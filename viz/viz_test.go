package viz

import (
	"bytes"
	"context"
	"encoding/json"
	"fmt"
	"image/color"
	"math"
	"regexp"
	"strings"
	"testing"

	"github.com/heatgraph/heatgraph/elements"
	"github.com/heatgraph/heatgraph/network"
	"github.com/heatgraph/heatgraph/solve"
	"github.com/stretchr/testify/assert"
	"github.com/stretchr/testify/require"
)

// A node heated by 3 W, held by 10 K/W to ambient at 20 °C: 50 °C, and a
// second link defined against the flow, so that its heat is negative.
const small = `
title: small
ambient: {temperature: 20 degC}
nodes:
  - {id: chip, power: 3 W, limit: 60 degC}
  - {id: shelf, kind: fixed, temperature: 20 degC}
links:
  - {id: up, kind: lumped, from: chip, to: ambient, resistance: 20 K/W}
  - {id: back, kind: lumped, from: shelf, to: chip, resistance: 20 K/W}
`

func solved(t *testing.T) (*network.Solution, Run) {
	t.Helper()
	return solveText(t, "small.yaml", small)
}

// solveText parses, builds and solves a model given as text.
func solveText(t testing.TB, name, text string) (*network.Solution, Run) {
	t.Helper()
	m, err := network.Parse(name, []byte(text))
	require.NoError(t, err)
	net, err := network.Build(m)
	require.NoError(t, err)
	p := net.Steady()
	r := solve.Newton(p, p.InitialGuess(), solve.Settings{})
	require.True(t, r.Reason.Converged())
	return net.Solution(r.X), Run{Converged: true, Reason: r.Reason.String(), Iterations: r.Iterations}
}

func TestDOTFollowsHeat(t *testing.T) {
	sol, _ := solved(t)
	dot, err := DOT(sol, ColourMargin)
	require.NoError(t, err)
	// "back" is defined shelf -> chip but heat flows chip -> shelf.
	assert.Contains(t, dot, `"chip"->"shelf"`)
	assert.NotContains(t, dot, `"shelf"->"chip"`)
	assert.Contains(t, dot, `label="1.5 W\n "`, "a thick arrow's label is lifted off it")
	assert.Contains(t, dot, "margin +10.0 K")
	assert.Contains(t, dot, "cluster_legend")
	assert.Contains(t, dot, "confirm by measurement")
	again, _ := DOT(sol, ColourMargin)
	assert.Equal(t, dot, again, "the DOT text must be deterministic")
}

func TestJSONFullPrecision(t *testing.T) {
	sol, run := solved(t)
	var buf bytes.Buffer
	require.NoError(t, WriteJSON(&buf, NewReport(sol.Net.Model, sol, run)))
	var r Report
	require.NoError(t, json.Unmarshal(buf.Bytes(), &r))
	assert.Equal(t, sol.Nodes[1].Temperature-273.15, float64(r.Nodes[1].TemperatureC))
	assert.Equal(t, sol.Links[1].Heat, float64(r.Links[1].HeatW))
	assert.InDelta(t, -1.5, float64(r.Links[1].HeatW), 1e-12)
	assert.Equal(t, []string{}, r.Exceeded)
}

func TestTextReport(t *testing.T) {
	sol, run := solved(t)
	var buf bytes.Buffer
	require.NoError(t, WriteText(&buf, sol, run, ByMargin))
	out := buf.String()
	assert.Contains(t, out, "chip")
	assert.Contains(t, out, "+10.00")
	assert.Contains(t, out, "the 1 limit holds")
	lines := strings.Split(out, "\n")
	// Sorted by margin: the only node with a limit comes first.
	for i, l := range lines {
		if strings.HasPrefix(l, "node ") {
			assert.True(t, strings.HasPrefix(lines[i+1], "chip"), lines[i+1])
		}
	}
}

func TestScales(t *testing.T) {
	marginScale := marginScaleFor(5)
	assert.Equal(t, marginScale[0].c, marginScale.at(-100))
	assert.Equal(t, marginScale[len(marginScale)-1].c, marginScale.at(1e3))
	mid := marginScale.at(2.5) // halfway between brick (0 K) and amber (5 K)
	assert.InDelta(t, (0xad+0xc2)/2.0, mid.r, 1e-9)
	assert.Equal(t, "#ffffff", textOn(marginScale[0].c))
	assert.Equal(t, "#111111", textOn(noLimitFill))
}

func TestXdotReader(t *testing.T) {
	r := &xdotReader{s: "c 7 -#3d4852 B 4 1 2 3 4 5 6 7 8 T 10 20 0 30 6 -12 °C"}
	r.space()
	assert.Equal(t, byte('c'), r.s[r.i])
	r.i++
	assert.Equal(t, "#3d4852", r.str())
	r.space()
	r.i++ // B
	assert.Equal(t, [][2]float64{{1, 2}, {3, 4}, {5, 6}, {7, 8}}, r.points())
	r.space()
	r.i++ // T
	assert.Equal(t, []float64{10, 20, 0, 30}, []float64{r.num(), r.num(), r.num(), r.num()})
	assert.Equal(t, "12 °C", r.str(), "the byte count includes the two bytes of °")
	assert.NoError(t, r.err)
	bad := &xdotReader{s: "5 -ab"}
	bad.str()
	assert.Error(t, bad.err)
}

func TestParseColour(t *testing.T) {
	assert.Equal(t, color.NRGBA{0x3d, 0x48, 0x52, 0xff}, parseColour("#3d4852"))
	assert.Equal(t, color.NRGBA{0xff, 0xff, 0xfe, 0x00}, parseColour("#fffffe00"))
	assert.Equal(t, color.Transparent, parseColour("transparent"))
}

func TestRenderFormats(t *testing.T) {
	sol, _ := solved(t)
	dot, err := DOT(sol, ColourTemperature)
	require.NoError(t, err)
	svg, err := Render(context.Background(), dot, FormatSVG)
	require.NoError(t, err)
	assert.Contains(t, string(svg), "<svg")
	png, err := Render(context.Background(), dot, FormatPNG)
	require.NoError(t, err)
	assert.True(t, bytes.HasPrefix(png, []byte("\x89PNG")))
	_, err = FormatFor("x.pdf")
	assert.Error(t, err)
	f, err := FormatFor("X.SVG")
	assert.NoError(t, err)
	assert.Equal(t, FormatSVG, f)
}

// A channel's air carries the heat picked up upstream; the diagram must
// show that path, or the heat would seem to vanish at the air node.
func TestDOTShowsCarriedAir(t *testing.T) {
	sol, _ := solveText(t, "duct.yaml", `
ambient: {temperature: 20 degC}
nodes:
  - {id: a, power: 10 W}
  - {id: b, power: 5 W}
  - {id: mid, kind: air}
  - {id: out, kind: air}
links:
  - {kind: channel, from: a, inlet: ambient, to: mid, flow: 4 CFM, shape: circular, diameter: 6 mm, count: 8, length: 80 mm}
  - {id: second, kind: channel, from: b, inlet: mid, to: out, flow: 4 CFM, shape: circular, diameter: 6 mm, count: 8, length: 80 mm}
  - {kind: stream, from: out, to: ambient, flow: 4 CFM}
`)
	for _, l := range sol.Links {
		if l.ID == "second" {
			require.Len(t, l.Paths, 2)
			assert.Equal(t, "mid", l.Paths[1].From)
			assert.True(t, l.Paths[1].Carried)
			assert.InDelta(t, 10, l.Paths[1].Heat, 1e-9, "the air brings the first block's 10 W")
		}
	}
	dot, err := DOT(sol, ColourMargin)
	require.NoError(t, err)
	assert.Contains(t, dot, `"mid"->"out"`)
	assert.Contains(t, dot, `label="10 W\n "`)
}

// Parallel links between two nodes become one arrow with their heat
// summed and the parts in the tooltip; a fixed node with several links is
// drawn at each of them. Every node still shows its temperature, and the
// arrows still point the way heat flows.
func TestDOTMergesParallelLinksAndSplitsFixedNodes(t *testing.T) {
	sol := solveChain(t, 5)
	dot, err := DOT(sol, ColourMargin)
	require.NoError(t, err)
	for i := range 5 {
		var conv, rad float64
		for _, l := range sol.Links {
			switch l.ID {
			case fmt.Sprintf("c%d", i):
				conv = l.Heat
			case fmt.Sprintf("r%d", i):
				rad = l.Heat
			}
		}
		require.Positive(t, conv)
		require.Positive(t, rad)
		// One arrow from n<i> to its own copy of ambient, labelled with the
		// sum, its tooltip naming both links.
		re := regexp.MustCompile(fmt.Sprintf(`"n%d"->"ambient#\d+"\[[^\]]*label="([^"]+) W \(\d+ %% rad\.\)(?:\\n )?"[^\]]*tooltip="2 links, [^"]*c%d \(convection\) [^"]*; r%d \(radiation\) [^"]*"`, i, i, i))
		m := re.FindStringSubmatch(dot)
		require.NotNil(t, m, "n%d: one merged arrow to ambient", i)
		assert.Equal(t, fmt.Sprintf("%.3g", conv+rad), m[1])
		assert.Contains(t, dot, fmt.Sprintf(`label="n%d\n`, i), "every node is drawn with its temperature")
	}
	assert.Equal(t, 5, strings.Count(dot, `label="ambient\n25.0 °C"`), "ambient drawn once per link")
	assert.Equal(t, 5, strings.Count(dot, "->\"ambient#"))
	assert.Equal(t, 5, strings.Count(dot, "weight=0"), "copies of a fixed node do not bend the chain")
	// The heat enters at n0 and flows down the chain.
	for i := range 4 {
		assert.Contains(t, dot, fmt.Sprintf(`"n%d"->"n%d"`, i, i+1))
	}
	assert.Contains(t, dot, "a fixed node is drawn")
}

// heatEdges sums links in both orientations and points the arrow the way
// the net heat flows.
func TestHeatEdges(t *testing.T) {
	sol := &network.Solution{Links: []network.LinkResult{
		{ID: "a", Kind: "lumped", From: "x", To: "y", Heat: 2, Paths: []network.PathResult{{From: "x", To: "y", Heat: 2}}},
		{ID: "b", Kind: "lumped", From: "y", To: "x", Heat: 5, Paths: []network.PathResult{{From: "y", To: "x", Heat: 5}}},
		{ID: "s", Kind: "stream", From: "x", To: "y", Heat: 1, Paths: []network.PathResult{{From: "x", To: "y", Heat: 1, Carried: true}}},
	}}
	edges := heatEdges(sol)
	require.Len(t, edges, 2, "heat carried by air is kept apart")
	assert.Equal(t, "y", edges[0].from)
	assert.Equal(t, "x", edges[0].to)
	assert.InDelta(t, 3, edges[0].heat, 1e-12)
	assert.Equal(t, "2 links, 3 W in all: a (lumped) -2 W; b (lumped) 5 W", edges[0].tooltip())
	assert.True(t, edges[1].air)
	assert.Equal(t, "x", edges[1].from)
}

// No report writes a number that is not finite as if it were one: JSON
// writes null (a detail is left out), CSV leaves the cell empty, text says
// "not finite", and each gets a warning naming the item and quantity.
func TestNonFiniteNumbers(t *testing.T) {
	sol, run := solved(t)
	sol.Links[0].Heat = math.Inf(1)
	sol.Links[0].Details = append(sol.Links[0].Details,
		elements.Detail{Name: "friction_factor", Value: math.Inf(1)},
		elements.Detail{Name: "h", Value: 5, Unit: "W/(m2 K)"})
	sol.Nodes[1].Margin = math.NaN()
	run.Residual = math.Inf(1)

	warnings := NonFinite(sol)
	assert.Contains(t, warnings, "link up: heat is infinite, not a finite number; its value is left out")
	assert.Contains(t, warnings, "link up: friction factor is infinite, not a finite number; it is not reported")
	assert.Contains(t, warnings, "node chip: margin is undefined (NaN), not a finite number; its value is left out")

	var buf bytes.Buffer
	require.NoError(t, WriteJSON(&buf, NewReport(sol.Net.Model, sol, run)))
	var doc map[string]any
	require.NoError(t, json.Unmarshal(buf.Bytes(), &doc), buf.String())
	links := doc["links"].([]any)
	up := links[0].(map[string]any)
	assert.Nil(t, up["heat_W"])
	assert.Contains(t, up, "heat_W", "a field that cannot be left out is null")
	for _, d := range up["details"].([]any) {
		assert.NotEqual(t, "friction_factor", d.(map[string]any)["name"])
	}
	assert.Contains(t, up["warnings"], "link up: friction factor is infinite, not a finite number; it is not reported")
	assert.Nil(t, doc["solver"].(map[string]any)["max_residual_W"])
	assert.Contains(t, doc["warnings"], "solver: largest residual is infinite, not a finite number; its value is left out")
	assert.Contains(t, doc["warnings"], "link up: heat is infinite, not a finite number; its value is left out")

	buf.Reset()
	require.NoError(t, WriteCSV(&buf, sol))
	assert.Contains(t, buf.String(), "link,up,lumped,chip,ambient,,,,,,\n")
	assert.NotRegexp(t, `(?i)inf|nan`, buf.String())

	buf.Reset()
	require.NoError(t, WriteText(&buf, sol, run, ByFile))
	assert.Contains(t, buf.String(), "link up: heat is infinite")
	// The same report without the bad numbers has no warnings section.
	clean, cleanRun := solved(t)
	buf.Reset()
	require.NoError(t, WriteText(&buf, clean, cleanRun, ByFile))
	assert.NotContains(t, buf.String(), "warnings")
	assert.Equal(t, "friction factor not finite (see warnings)", detailText(elements.Detail{Name: "friction_factor", Value: math.Inf(1)}))
}

func TestNumberJSON(t *testing.T) {
	for _, c := range []struct {
		x    float64
		want string
	}{{1.5, "1.5"}, {1e-319, "1e-319"}, {math.Inf(1), "null"}, {math.Inf(-1), "null"}, {math.NaN(), "null"}} {
		b, err := json.Marshal(Number(c.x))
		require.NoError(t, err)
		assert.Equal(t, c.want, string(b))
	}
	var n Number
	require.NoError(t, json.Unmarshal([]byte("null"), &n))
	assert.True(t, math.IsNaN(float64(n)))
}

func TestTextNotFinite(t *testing.T) {
	sol, run := solved(t)
	sol.Links[0].Heat = math.Inf(-1)
	sol.Balance.Imbalance = math.NaN()
	var buf bytes.Buffer
	require.NoError(t, WriteText(&buf, sol, run, ByFile))
	tables, _, _ := strings.Cut(buf.String(), "\nwarnings\n")
	assert.NotRegexp(t, `(?i)\binf\b|nan\b`, tables, "numbers that are not finite are not printed as numbers")
	assert.Contains(t, buf.String(), "not finite  chip → ambient")
	assert.Contains(t, buf.String(), "link up: heat is negatively infinite")
	assert.Contains(t, buf.String(), "energy balance: imbalance is undefined (NaN)")
}

func TestPNGScale(t *testing.T) {
	assert.Equal(t, 2.0, pngScaleFor(1000, 800))
	s := pngScaleFor(30000, 6000)
	assert.Less(t, s, 2.0)
	assert.InDelta(t, maxPNGPixels, 30000*6000*s*s, 1)
}

// The xdot reader undoes DOT quoting: escaped quotes and line
// continuations, which Graphviz writes in long drawing attributes.
func TestReadXdot(t *testing.T) {
	assert.Equal(t, `T 1 2 0 9 8 -say "hi"`, unquote(`"T 1 2 0 9 8 -say \"hi\""`))
	assert.Equal(t, "c 7 -#000000 P 2 1 2 3 4", unquote("\"c 7 -#000000 \\\nP 2 1 2 3 4\""))
	assert.Equal(t, "plain", unquote("plain"))
	assert.Equal(t, `T 1 2 0 3 3 -a\b \n`, unquote(`"T 1 2 0 3 3 -a\\b \n"`), "a written backslash, an unknown escape")

	g, err := readXdot([]byte(`digraph g {
	graph [bb="0,0,10,20", _draw_="c 7 -#fffffe00 "];
	subgraph cluster_a { graph [_draw_="c 7 -#9a9a9a "]; x [_draw_="e 1 2 3 4 "]; }
	y [_ldraw_="T 1 2 0 9 8 -say \"hi\""];
	x -> y [_draw_="B 4 0 0 1 1 2 2 3 3 "];
}`))
	require.NoError(t, err)
	assert.Equal(t, "0,0,10,20", g.attrs["bb"])
	require.Len(t, g.nodes, 2)
	assert.Equal(t, `T 1 2 0 9 8 -say "hi"`, g.nodes[1]["_ldraw_"])
	require.Len(t, g.edges, 1)
	assert.Equal(t, []string{"c 7 -#9a9a9a ", ""}, g.clusterOps())

	// A label with quotes and a backslash is painted without error.
	_, err = Render(context.Background(), `digraph g { a [label="say \"hi\" \\ 5 W"]; a -> b [label="1 W"] }`, FormatPNG)
	assert.NoError(t, err)
}

// A comparison diagram puts every variant's temperature on each node, with
// its change against the drawn one.
func TestCompareDiagram(t *testing.T) {
	a, _ := solveText(t, "a.yaml", small)
	b, _ := solveText(t, "b.yaml", strings.Replace(small, "resistance: 20 K/W}", "resistance: 10 K/W}", 1))
	dot, err := DOTWith(a, DiagramOptions{Compare: []*network.Solution{b}, Names: []string{"base", "better"}})
	require.NoError(t, err)
	for _, n := range a.Nodes {
		for _, m := range b.Nodes {
			if m.ID == n.ID && n.Kind != network.Fixed {
				want := fmt.Sprintf(`better %.1f °C (%s K)`, celsius(m.Temperature), signed(m.Temperature-n.Temperature))
				assert.Contains(t, dot, want, n.ID)
			}
		}
	}
}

____________

What is expected:
Check each line of the listing for the word "reported" and state how many lines contain it, with no other words.

Output for this task:
2